> **Stored items**
==============================

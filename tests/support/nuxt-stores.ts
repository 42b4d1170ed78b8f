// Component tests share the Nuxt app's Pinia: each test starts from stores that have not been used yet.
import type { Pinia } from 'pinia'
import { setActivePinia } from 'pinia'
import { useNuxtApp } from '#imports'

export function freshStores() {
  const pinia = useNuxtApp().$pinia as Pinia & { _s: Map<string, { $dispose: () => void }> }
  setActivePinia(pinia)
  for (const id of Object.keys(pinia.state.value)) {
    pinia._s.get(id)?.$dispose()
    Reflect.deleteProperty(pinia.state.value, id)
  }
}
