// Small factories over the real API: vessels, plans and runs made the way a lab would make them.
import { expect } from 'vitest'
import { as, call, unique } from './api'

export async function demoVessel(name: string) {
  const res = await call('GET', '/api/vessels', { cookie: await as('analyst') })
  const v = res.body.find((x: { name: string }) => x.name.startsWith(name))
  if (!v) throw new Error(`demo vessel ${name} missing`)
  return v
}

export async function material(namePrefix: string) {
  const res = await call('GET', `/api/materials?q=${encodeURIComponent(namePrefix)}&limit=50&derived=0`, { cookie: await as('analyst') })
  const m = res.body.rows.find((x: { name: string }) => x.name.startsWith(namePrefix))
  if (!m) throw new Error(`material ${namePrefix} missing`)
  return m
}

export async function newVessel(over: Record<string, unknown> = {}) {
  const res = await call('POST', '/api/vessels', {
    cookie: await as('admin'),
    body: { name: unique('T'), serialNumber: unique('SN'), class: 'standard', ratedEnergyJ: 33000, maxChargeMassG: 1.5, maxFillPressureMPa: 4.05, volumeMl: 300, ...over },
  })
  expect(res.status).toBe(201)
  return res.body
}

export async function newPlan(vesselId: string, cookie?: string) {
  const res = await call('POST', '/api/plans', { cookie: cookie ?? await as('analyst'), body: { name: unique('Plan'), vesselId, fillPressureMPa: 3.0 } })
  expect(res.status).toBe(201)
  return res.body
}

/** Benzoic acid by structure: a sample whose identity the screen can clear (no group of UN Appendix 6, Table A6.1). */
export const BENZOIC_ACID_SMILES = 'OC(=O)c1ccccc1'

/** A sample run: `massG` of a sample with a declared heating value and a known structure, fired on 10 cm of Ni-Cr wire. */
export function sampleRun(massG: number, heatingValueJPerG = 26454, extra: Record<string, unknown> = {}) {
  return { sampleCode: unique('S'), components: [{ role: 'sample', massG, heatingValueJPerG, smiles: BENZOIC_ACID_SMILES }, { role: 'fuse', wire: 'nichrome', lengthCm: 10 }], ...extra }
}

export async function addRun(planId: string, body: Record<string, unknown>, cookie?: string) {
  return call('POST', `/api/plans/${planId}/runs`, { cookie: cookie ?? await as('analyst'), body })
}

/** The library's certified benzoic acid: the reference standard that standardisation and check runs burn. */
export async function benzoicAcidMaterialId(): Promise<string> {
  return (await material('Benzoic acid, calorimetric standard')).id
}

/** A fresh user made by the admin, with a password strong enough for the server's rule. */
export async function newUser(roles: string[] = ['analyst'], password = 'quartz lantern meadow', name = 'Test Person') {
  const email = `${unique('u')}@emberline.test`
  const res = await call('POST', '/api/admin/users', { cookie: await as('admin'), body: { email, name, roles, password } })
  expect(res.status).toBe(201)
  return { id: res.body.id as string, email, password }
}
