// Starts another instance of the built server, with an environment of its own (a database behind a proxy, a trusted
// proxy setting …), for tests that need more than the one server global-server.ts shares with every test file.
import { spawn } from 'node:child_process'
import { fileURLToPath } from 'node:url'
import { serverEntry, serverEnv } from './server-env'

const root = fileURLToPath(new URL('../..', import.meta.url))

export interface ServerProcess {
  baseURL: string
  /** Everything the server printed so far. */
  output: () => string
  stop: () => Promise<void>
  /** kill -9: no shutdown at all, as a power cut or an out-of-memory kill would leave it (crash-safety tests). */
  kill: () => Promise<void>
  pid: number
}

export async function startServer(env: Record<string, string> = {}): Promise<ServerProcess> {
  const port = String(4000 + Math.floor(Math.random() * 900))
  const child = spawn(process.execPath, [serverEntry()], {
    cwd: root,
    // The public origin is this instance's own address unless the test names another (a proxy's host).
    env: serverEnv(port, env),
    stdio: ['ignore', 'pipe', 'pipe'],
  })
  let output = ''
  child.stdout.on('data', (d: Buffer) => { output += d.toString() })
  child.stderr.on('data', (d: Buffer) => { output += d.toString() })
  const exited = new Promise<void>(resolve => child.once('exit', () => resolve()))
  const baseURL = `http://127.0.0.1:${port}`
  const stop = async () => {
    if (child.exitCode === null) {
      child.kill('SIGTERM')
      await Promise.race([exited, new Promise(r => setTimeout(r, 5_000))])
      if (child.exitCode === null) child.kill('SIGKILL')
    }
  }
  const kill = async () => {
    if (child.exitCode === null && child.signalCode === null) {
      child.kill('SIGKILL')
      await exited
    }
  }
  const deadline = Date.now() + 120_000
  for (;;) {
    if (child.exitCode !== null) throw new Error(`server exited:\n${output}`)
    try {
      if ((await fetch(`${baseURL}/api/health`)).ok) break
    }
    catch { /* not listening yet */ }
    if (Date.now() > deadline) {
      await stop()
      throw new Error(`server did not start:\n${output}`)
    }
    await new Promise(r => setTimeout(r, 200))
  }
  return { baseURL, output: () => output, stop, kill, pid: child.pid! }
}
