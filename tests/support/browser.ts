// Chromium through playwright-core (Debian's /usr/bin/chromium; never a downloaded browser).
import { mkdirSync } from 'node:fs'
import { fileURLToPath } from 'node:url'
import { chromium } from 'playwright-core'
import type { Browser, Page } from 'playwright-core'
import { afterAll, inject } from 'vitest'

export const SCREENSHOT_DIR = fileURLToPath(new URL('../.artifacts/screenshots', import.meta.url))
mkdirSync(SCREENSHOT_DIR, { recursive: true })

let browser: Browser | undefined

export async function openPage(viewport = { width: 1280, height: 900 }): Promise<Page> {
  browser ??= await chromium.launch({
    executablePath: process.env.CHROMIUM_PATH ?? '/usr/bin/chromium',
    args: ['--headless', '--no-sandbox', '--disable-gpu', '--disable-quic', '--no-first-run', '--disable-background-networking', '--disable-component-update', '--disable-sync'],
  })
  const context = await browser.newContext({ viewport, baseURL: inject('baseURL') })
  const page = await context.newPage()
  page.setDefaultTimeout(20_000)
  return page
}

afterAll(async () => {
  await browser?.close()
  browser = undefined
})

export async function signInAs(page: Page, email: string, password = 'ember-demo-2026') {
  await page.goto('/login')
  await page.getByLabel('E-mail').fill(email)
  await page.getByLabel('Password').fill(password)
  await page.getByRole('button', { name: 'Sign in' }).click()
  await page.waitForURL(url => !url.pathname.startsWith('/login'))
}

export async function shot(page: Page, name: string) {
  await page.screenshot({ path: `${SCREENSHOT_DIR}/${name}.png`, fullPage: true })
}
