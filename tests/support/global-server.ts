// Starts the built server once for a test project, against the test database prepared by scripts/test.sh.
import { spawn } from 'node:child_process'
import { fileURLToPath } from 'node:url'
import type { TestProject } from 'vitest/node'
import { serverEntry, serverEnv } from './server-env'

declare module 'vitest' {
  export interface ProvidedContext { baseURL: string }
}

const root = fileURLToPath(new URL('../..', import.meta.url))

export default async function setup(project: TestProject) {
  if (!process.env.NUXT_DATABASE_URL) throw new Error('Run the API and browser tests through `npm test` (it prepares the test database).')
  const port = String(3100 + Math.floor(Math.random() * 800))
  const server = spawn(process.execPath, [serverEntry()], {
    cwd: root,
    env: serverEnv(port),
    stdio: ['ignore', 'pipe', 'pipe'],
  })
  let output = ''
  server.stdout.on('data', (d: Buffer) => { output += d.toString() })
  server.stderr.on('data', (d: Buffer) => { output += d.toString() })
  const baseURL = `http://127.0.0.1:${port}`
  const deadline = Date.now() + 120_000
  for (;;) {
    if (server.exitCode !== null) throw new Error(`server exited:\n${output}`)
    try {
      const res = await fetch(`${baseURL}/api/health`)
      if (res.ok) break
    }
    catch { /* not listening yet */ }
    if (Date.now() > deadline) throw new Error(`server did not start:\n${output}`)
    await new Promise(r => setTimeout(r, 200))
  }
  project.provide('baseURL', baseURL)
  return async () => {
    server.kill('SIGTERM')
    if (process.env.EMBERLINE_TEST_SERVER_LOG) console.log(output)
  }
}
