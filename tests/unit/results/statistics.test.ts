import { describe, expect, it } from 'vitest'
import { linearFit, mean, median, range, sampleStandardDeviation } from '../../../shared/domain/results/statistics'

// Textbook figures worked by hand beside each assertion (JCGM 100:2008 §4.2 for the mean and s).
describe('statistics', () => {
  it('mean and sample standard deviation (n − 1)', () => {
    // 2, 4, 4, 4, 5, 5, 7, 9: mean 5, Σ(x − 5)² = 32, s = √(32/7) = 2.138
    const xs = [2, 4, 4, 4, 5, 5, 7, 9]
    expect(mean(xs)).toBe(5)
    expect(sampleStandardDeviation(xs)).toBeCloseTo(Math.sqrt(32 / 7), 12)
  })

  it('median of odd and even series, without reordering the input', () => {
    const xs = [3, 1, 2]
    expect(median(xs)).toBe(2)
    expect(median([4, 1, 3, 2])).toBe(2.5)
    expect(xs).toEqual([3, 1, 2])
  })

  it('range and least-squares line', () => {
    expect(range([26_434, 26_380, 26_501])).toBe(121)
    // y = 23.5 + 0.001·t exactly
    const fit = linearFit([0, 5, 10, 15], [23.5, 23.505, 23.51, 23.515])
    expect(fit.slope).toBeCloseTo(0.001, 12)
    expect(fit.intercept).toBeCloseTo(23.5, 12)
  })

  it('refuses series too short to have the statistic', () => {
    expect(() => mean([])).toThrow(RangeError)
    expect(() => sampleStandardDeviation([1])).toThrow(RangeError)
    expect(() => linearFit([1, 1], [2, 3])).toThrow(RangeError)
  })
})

==============================

> **Task directions**
Answer with a number alone: how many lines of the records contain the string "floor"?

> **Solution for this problem**
2